Remember, glass is exceptionally strong in compression. And the inner core can't be scratched by daily use, so fractures aren't initiated and the high "laboratory" tensile strength of glass is able to come into play. So tempered glass gets the best of glass's material properties, without the downsides.
In order for tempered glass to crack, the surface must be put in tension so a fracture can propagate away from a surface scratch. But it's already in compression -- meaning breaking tempered glass requires overcoming all that residual internal compressive stress. Thus, the failure point is dramatically raised.

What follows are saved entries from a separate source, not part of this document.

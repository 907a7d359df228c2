# syntax=docker/dockerfile:1
# Build stage: compile and package the shaded jar with Maven on JDK 17.
FROM maven:3.9-eclipse-temurin-17 AS build
WORKDIR /src
COPY pom.xml ./
COPY service/pom.xml service/
RUN mvn -B -q -f service/pom.xml dependency:go-offline || true
COPY service service
COPY tool-specs tool-specs
RUN mvn -B -q -DskipTests package

# Run stage: a JRE, the jar, and an unprivileged user (uid 10001, as ops/deploy/reckoner.yaml runs it).
FROM eclipse-temurin:17-jre
RUN apt-get update -qq && apt-get install -y -qq --no-install-recommends curl && rm -rf /var/lib/apt/lists/* \
 && groupadd --system --gid 10001 reckoner \
 && useradd --system --uid 10001 --gid reckoner --home-dir /var/lib/reckoner --create-home reckoner \
 && mkdir -p /var/lib/reckoner/data /etc/reckoner/keys \
 && chown -R reckoner:reckoner /var/lib/reckoner
COPY --from=build /src/service/target/reckoner.jar /opt/reckoner/reckoner.jar
# A class-data archive of what a start and a few calls load (ops/class-archive.sh): a JVM of this
# image maps it instead of loading those classes again, about 1.7 s less to ready on 2 cores.
COPY ops/class-archive.sh /opt/reckoner/class-archive.sh
RUN /opt/reckoner/class-archive.sh /opt/reckoner/reckoner.jar /opt/reckoner/reckoner.jsa
USER reckoner
WORKDIR /var/lib/reckoner
# The data dir exists and belongs to the service's user before it becomes a volume, so a new
# volume starts out writable by it.
VOLUME ["/var/lib/reckoner/data"]
EXPOSE 8080
# Settings as RECKONER_* variables (README: Settings). The API keys file is mounted at
# /etc/reckoner/keys/keys.jsonl (a Kubernetes Secret, or docker run -v ...:/etc/reckoner/keys:ro).
# Heap: a third of the container's memory limit (256 MiB of the manifests' 768 MiB). Measured under
# the mixed load of load-tests/open-load: the live heap after a full GC is about 60 MiB with a full
# answer cache; the rest of the limit is for metaspace, code, threads, SQLite and Lucene's mapped files.
ENV JAVA_TOOL_OPTIONS="-XX:MaxRAMPercentage=33 -XX:SharedArchiveFile=/opt/reckoner/reckoner.jsa -XX:+ExitOnOutOfMemoryError" \
    RECKONER_HOST=0.0.0.0 \
    RECKONER_PORT=8080 \
    RECKONER_DATA_DIR=/var/lib/reckoner/data \
    RECKONER_KEYS_FILE=/etc/reckoner/keys/keys.jsonl
HEALTHCHECK --interval=10s --timeout=3s --start-period=20s --retries=3 \
  CMD curl -fsS http://127.0.0.1:8080/health/ready || exit 1
# SIGTERM (docker stop): finish requests in flight and drain the ledger; give it time (docker stop -t 60).
STOPSIGNAL SIGTERM
ENTRYPOINT ["java", "-jar", "/opt/reckoner/reckoner.jar"]
CMD ["serve"]
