# syntax=docker/dockerfile:1
# Build stage: compile and package the shaded jar with Maven on JDK 17.
FROM maven:3.9-eclipse-temurin-17 AS build
WORKDIR /src
COPY pom.xml ./
COPY service/pom.xml service/
RUN mvn -B -q -f service/pom.xml dependency:go-offline || true
COPY service service
COPY tool-specs tool-specs
RUN mvn -B -q -DskipTests package

# Run stage: a JRE, the jar, and an unprivileged user.
FROM eclipse-temurin:17-jre
RUN apt-get update -qq && apt-get install -y -qq --no-install-recommends curl && rm -rf /var/lib/apt/lists/* \
 && useradd --system --uid 10001 --home-dir /var/lib/reckoner --create-home reckoner
COPY --from=build /src/service/target/reckoner.jar /opt/reckoner/reckoner.jar
USER reckoner
WORKDIR /var/lib/reckoner
VOLUME ["/var/lib/reckoner/data"]
EXPOSE 8080
ENV JAVA_TOOL_OPTIONS="-XX:MaxRAMPercentage=75 -XX:+ExitOnOutOfMemoryError"
# Until API keys are configured the service serves loopback only; inside a container the port is
# published, so the open-access opt-in is explicit here. Put it behind an authenticating proxy.
HEALTHCHECK --interval=10s --timeout=3s --start-period=20s --retries=3 \
  CMD curl -fsS http://127.0.0.1:8080/health/ready || exit 1
ENTRYPOINT ["java", "-jar", "/opt/reckoner/reckoner.jar"]
CMD ["serve", "--host", "0.0.0.0", "--port", "8080", "--data-dir", "/var/lib/reckoner/data", "--open-access"]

http://chicagowindowexpert.com/2...
And in an extremely fortuitous turn of events, as soon as a crack does manage to penetrate the surface to reach the high-tension core, the entire pane of glass shatters into tiny pieces. All that trapped internal tension just needs a single fracture to get it started, and the whole high-stress zone breaks itself to bits. This means broken tempered glass makes thousands of small pieces rather than large jagged shards. This is a huge safety feature in applications like cars where broken glass may strike passengers in an accident.
I find this to be a marvelous concept. By putting glass under great internal stress, we make it more resistant to external stress! Rapid cooling destroys regular hot glass, but strengthens reallyhot glass."
......the salt/halide arcs need to run at a specific temp for them to operate optimally.....
......the top hid bulb manufactures(Philips/Osram/hortilux) don't recommend cool-tubes for this reason. The top fixture/reflector manufactures(gavita/pappilon) don't make a cool-tube also for the same reason. The top growers/ops don't use cool-tubes for the same reason...lol, see a pattern?.